> _About this exercise_
Retype exactly the lines that run from the line with "def _no_second_try_after_a_stall(context) ->" to the final line of the entries, keeping both ends and nothing else.

Provided entries START

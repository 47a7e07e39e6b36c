"""PostgreSQL connections that give up on a database that stops answering.

libpq has no read timeout. Over a link that stops carrying data while the connection
stays open (a frozen proxy, a half-open connection after a network cut, a server
stopped with SIGSTOP) a query waits for ever, and so does the request and its worker.
The server-side `statement_timeout` cannot help: the statement may never reach it.
Keepalives and `tcp_user_timeout` (set in `service.store.db`) find a peer that has
vanished from the network, but not one whose kernel still acknowledges every byte.

So the connection class here watches its own socket: when the database has sent
nothing for `stall_limit_s` while psycopg waits for it, the connection is closed and
`DatabaseStalled` (an OperationalError) raised. It is an inactivity limit, like a
socket timeout: a long import whose answers keep arriving is never cut. SQLAlchemy
sees a closed connection and discards it (a disconnect), the request answers a 503
(`service.web.problems`), and the next request connects afresh: no restart.
"""
from __future__ import annotations

import time
from collections.abc import Generator
from typing import Any

import psycopg
from sqlalchemy import Engine, event


class DatabaseStalled(psycopg.OperationalError):
    """The database sent nothing for the stall limit; the connection is closed."""


class StallGuardedConnection(psycopg.Connection):
    stall_limit_s: float = 5.0

    def wait(self, gen: Any, *args: Any, **kwargs: Any) -> Any:
        # psycopg's own arguments (the polling interval, a timeout) pass through as given.
        return super().wait(self._watched(gen), *args, **kwargs)

    def _watched(self, gen: Generator) -> Generator:
        """Relays `gen` to psycopg's waiting loop, which sends it a readiness value at
        least every `interval` seconds: zero when the socket had nothing."""
        last_heard = time.monotonic()
        try:
            state = next(gen)
            while True:
                ready = yield state
                if ready:
                    last_heard = time.monotonic()
                elif time.monotonic() - last_heard > self.stall_limit_s:
                    self.pgconn.finish()  # mid-protocol: nothing else can be sent on it
                    raise DatabaseStalled(f"the database sent nothing for {self.stall_limit_s:g} s")
                state = gen.send(ready)
        except StopIteration as done:
            return done.value


def install(engine: Engine, stall_limit_s: float) -> None:
    """Make `engine` connect with `StallGuardedConnection`s."""

    @event.listens_for(engine, "do_connect")
    def _connect(_dialect, _record, cargs, cparams):
        connection = StallGuardedConnection.connect(*cargs, **cparams)
        connection.stall_limit_s = stall_limit_s
        return connection

    @event.listens_for(engine, "handle_error")
    def _no_second_try_after_a_stall(context) -> None:
        # A pooled connection whose pre-ping stalled would be replaced by a new one at
        # once, costing a second full wait (the connect timeout) on a database that has
        # just shown it is not answering: give up instead, within one limit.
        if context.is_pre_ping and isinstance(context.original_exception, DatabaseStalled):
            context.is_disconnect = False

Provided entries END

> _Result_
    def _no_second_try_after_a_stall(context) -> None:
        # A pooled connection whose pre-ping stalled would be replaced by a new one at
        # once, costing a second full wait (the connect timeout) on a database that has
        # just shown it is not answering: give up instead, within one limit.
        if context.is_pre_ping and isinstance(context.original_exception, DatabaseStalled):
            context.is_disconnect = False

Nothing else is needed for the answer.